The following information will be tabulated and evaluated on the results of 30 iterations of 10 different documents (300 iterations in total), given the prompts to generate the problem with the output format specified in NL, TS and ZD, respectively.

  • parse: The percentage of documents that can be parsed as JSON with simple preprocessing
  • schema: Percentage of JSON structure that matches our specified structure when parsed.
  • count: Percentage of issues that meet the requirements if the structure is correct.
  • length: Percentage of string lengths that meet your requirements if the structure is correct.

Assuming that the prompt differences would be greater in settings with a higher diversity of generation, we fixed the setting to a realistic upper limit: Temperature=1.2, which is used in the task of generating diverse results.

Result

NL

parse
0.84 (251/300)

scheme
0.57 (143/251)

count
0.8 (114/143)

length
0.8 (1556/1950)

TS

parse
0.95 (284/300)

scheme
1.0 (283/284)

count
0.73 (206/283)

length
0.76 (2861/3788)

ZOD

parse
0.94 (278/296)

scheme
1.0 (278/278)

count
0.82 (228/278)

length
0.79 (2935/3736)

The large difference between "NL" and "TS and ZOD" in the prase and schema tests indicates that using an artificial language to specify the structure of the output is still more controllable than using natural language. This shows that it is still easier to control the structure of the output using an artificial language than using a natural language.

On top of that, there is no significant difference between TypeScript and Zod in the parse and schema tests. On the other hand, TypeScript's count and length scores are worse than those of Zod and natural language as well, suggesting that the way TypeScript puts constraints on the number of pieces or characters in a type expression may be less likely to attract attention than Schema's specification.

From the above, in terms of the easiest way to produce the most targeted structure, using Schema expressions has a better numerical performance. However, in addition to Zod, there are other Schema expression libraries such as Yup / io-ts / joi, which have similar description methods but different details, and we are not sure if we can control them as we intend to specify. Also, since Schema is less universal than TypeScript, it is necessary to be aware of the possibility that there will be changes in the description in the future.

Conclusion

This article compares and contrasts the use of natural language, TypeScript, and Zod to control the output format of ChatGPT. Its main focus is on how well these methods allow ChatGPT to generate accurate data structures and how well they control ChatGPT's attention.

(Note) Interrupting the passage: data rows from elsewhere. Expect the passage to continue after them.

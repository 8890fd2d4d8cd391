// How `halfplus verify` shows verdicts, for record files and results stores alike: the verdict
// line with its checks, the JSON verdict, the closing tally and the exit status. The verdict itself
// (verified / estimate / rejected) and the exit status rule come from src/cut/bracket/verify.ts.

import type { BracketRecord, BracketVerdict, VerdictWord } from "../cut/bracket/index.js";
import { verifyExitStatus } from "../cut/bracket/index.js";
import { formatRows } from "./format.js";

/** Longest source label shown in a verdict line (a nested spec can be kilobytes long). */
const MAX_LABEL = 80;

/** A label cut to MAX_LABEL characters. */
export function shortLabel(label: string): string {
  return label.length > MAX_LABEL ? `${label.slice(0, MAX_LABEL)}...` : label;
}

/** The verdict line of one record (`what` e.g. "record 2 (petersen)") followed by one line per check. */
export function verdictText(what: string, record: Pick<BracketRecord, "exact" | "lower" | "upper">, v: BracketVerdict): string {
  const range = !record.exact ? `in [${record.lower}, ${record.upper}]` : record.upper > record.lower ? `= ${record.lower} (within ${record.upper - record.lower})` : `= ${record.lower}`;
  const head =
    v.verdict === "verified"
      ? `verified: max cut ${range}`
      : v.verdict === "estimate"
        ? `estimate: max cut in [${record.lower}, ${record.upper}]; the upper end is an estimate, not a proof`
        : v.verdict === "probable"
          ? `probable: max cut in [${record.lower}, ${record.upper}]; the upper end fails with probability at most ${v.failureProbability}`
        : `REJECTED (${v.checks.filter((c) => !c.ok).map((c) => c.name).join(", ")})`;
  const rows = formatRows(v.checks.map((c) => [`${c.ok ? "pass" : "FAIL"}  ${c.name}`, c.message] as const));
  return [`${what}: ${head}`, ...rows].join("\n");
}

/** The verdict line of a census row (no bracket: verified or REJECTED) followed by one line per check. */
export function checkedText(what: string, verifiedHead: string, v: { verdict: VerdictWord; checks: BracketVerdict["checks"] }): string {
  const head = v.verdict === "rejected" ? `REJECTED (${v.checks.filter((c) => !c.ok).map((c) => c.name).join(", ")})` : `${v.verdict}: ${verifiedHead}`;
  const rows = formatRows(v.checks.map((c) => [`${c.ok ? "pass" : "FAIL"}  ${c.name}`, c.message] as const));
  return [`${what}: ${head}`, ...rows].join("\n");
}

/** The JSON fields of a verdict, after the fields that say which record it is. */
export function verdictJson(v: BracketVerdict): { ok: boolean; verdict: VerdictWord; upperKind: BracketVerdict["upperKind"]; failureProbability?: number; checks: BracketVerdict["checks"] } {
  return { ok: v.ok, verdict: v.verdict, upperKind: v.upperKind, ...(v.failureProbability === undefined ? {} : { failureProbability: v.failureProbability }), checks: v.checks };
}

/** Counts of verdicts over a run: the closing line and the exit status. */
export class VerdictTally {
  verified = 0;
  estimate = 0;
  probable = 0;
  rejected = 0;

  add(v: Pick<BracketVerdict, "verdict">): void {
    this[v.verdict]++;
  }

  get total(): number {
    return this.verified + this.probable + this.estimate + this.rejected;
  }

  /** "3 of 4 records verified (1 with an estimated upper end)"; `noun` is plural ("records", "stored rows"). */
  summary(noun: string, tail = ""): string {
    const extra = [this.probable > 0 ? `${this.probable} with a probable upper end` : "", this.estimate > 0 ? `${this.estimate} with an estimated upper end` : "", this.rejected > 0 ? `${this.rejected} rejected` : ""].filter(Boolean);
    return `${this.verified} of ${this.total} ${noun} verified${extra.length > 0 ? ` (${extra.join(", ")})` : ""}${tail}`;
  }

  exitStatus(acceptEstimates: boolean): number {
    return verifyExitStatus(this, acceptEstimates);
  }
}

As a result, we found that using a programming language to specify the structure of the output is more accurate than using natural language. Specifically, the rate at which the output is successfully parsed and the rate at which the schema matches the specified one is higher for both TypeScript and Zod than for natural language, and there is no significant difference between the two.

However, we found that TypeScript was inferior to Zod and natural language when it came to constraining the number of items and the length of strings. This may be due to the fact that TypeScript's type expressions are difficult to include constraints on the number of items and the length of strings, and therefore are less attentive than Schema's specifications.

From this point of view, Schema expressions are appropriate in that they are the easiest to produce the targeted structure. However, Schema expressions have less universality than TypeScript, and the descriptions are subject to change, so care must be taken in this respect.

Based on the above, we believe that TypeScript type expressions are the most useful for specifying JSON output and controlling its structure. However, since TypeScript type expressions have slightly inferior restrictions on the number and length of pieces compared to Schema, it is recommended that these elements be further controlled by plain-text instructions in the prompts.